◆ **What to work on**:
Each line below has to be output exactly, from first to last.

****************************************

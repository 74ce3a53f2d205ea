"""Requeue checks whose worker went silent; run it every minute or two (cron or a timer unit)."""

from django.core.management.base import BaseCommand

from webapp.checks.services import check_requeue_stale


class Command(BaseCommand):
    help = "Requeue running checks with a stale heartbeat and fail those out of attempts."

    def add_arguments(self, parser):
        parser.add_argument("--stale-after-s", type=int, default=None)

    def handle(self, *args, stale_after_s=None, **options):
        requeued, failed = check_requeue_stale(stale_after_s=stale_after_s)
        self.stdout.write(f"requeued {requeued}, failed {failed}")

****************************************

◆ **Written reply**:
repository 74ce3a53f2d205ea
"""Requeue checks whose worker went silent; run it every minute or two (cron or a timer unit)."""

from django.core.management.base import BaseCommand

from webapp.checks.services import check_requeue_stale


class Command(BaseCommand):
    help = "Requeue running checks with a stale heartbeat and fail those out of attempts."

    def add_arguments(self, parser):
        parser.add_argument("--stale-after-s", type=int, default=None)

    def handle(self, *args, stale_after_s=None, **options):
        requeued, failed = check_requeue_stale(stale_after_s=stale_after_s)
        self.stdout.write(f"requeued {requeued}, failed {failed}")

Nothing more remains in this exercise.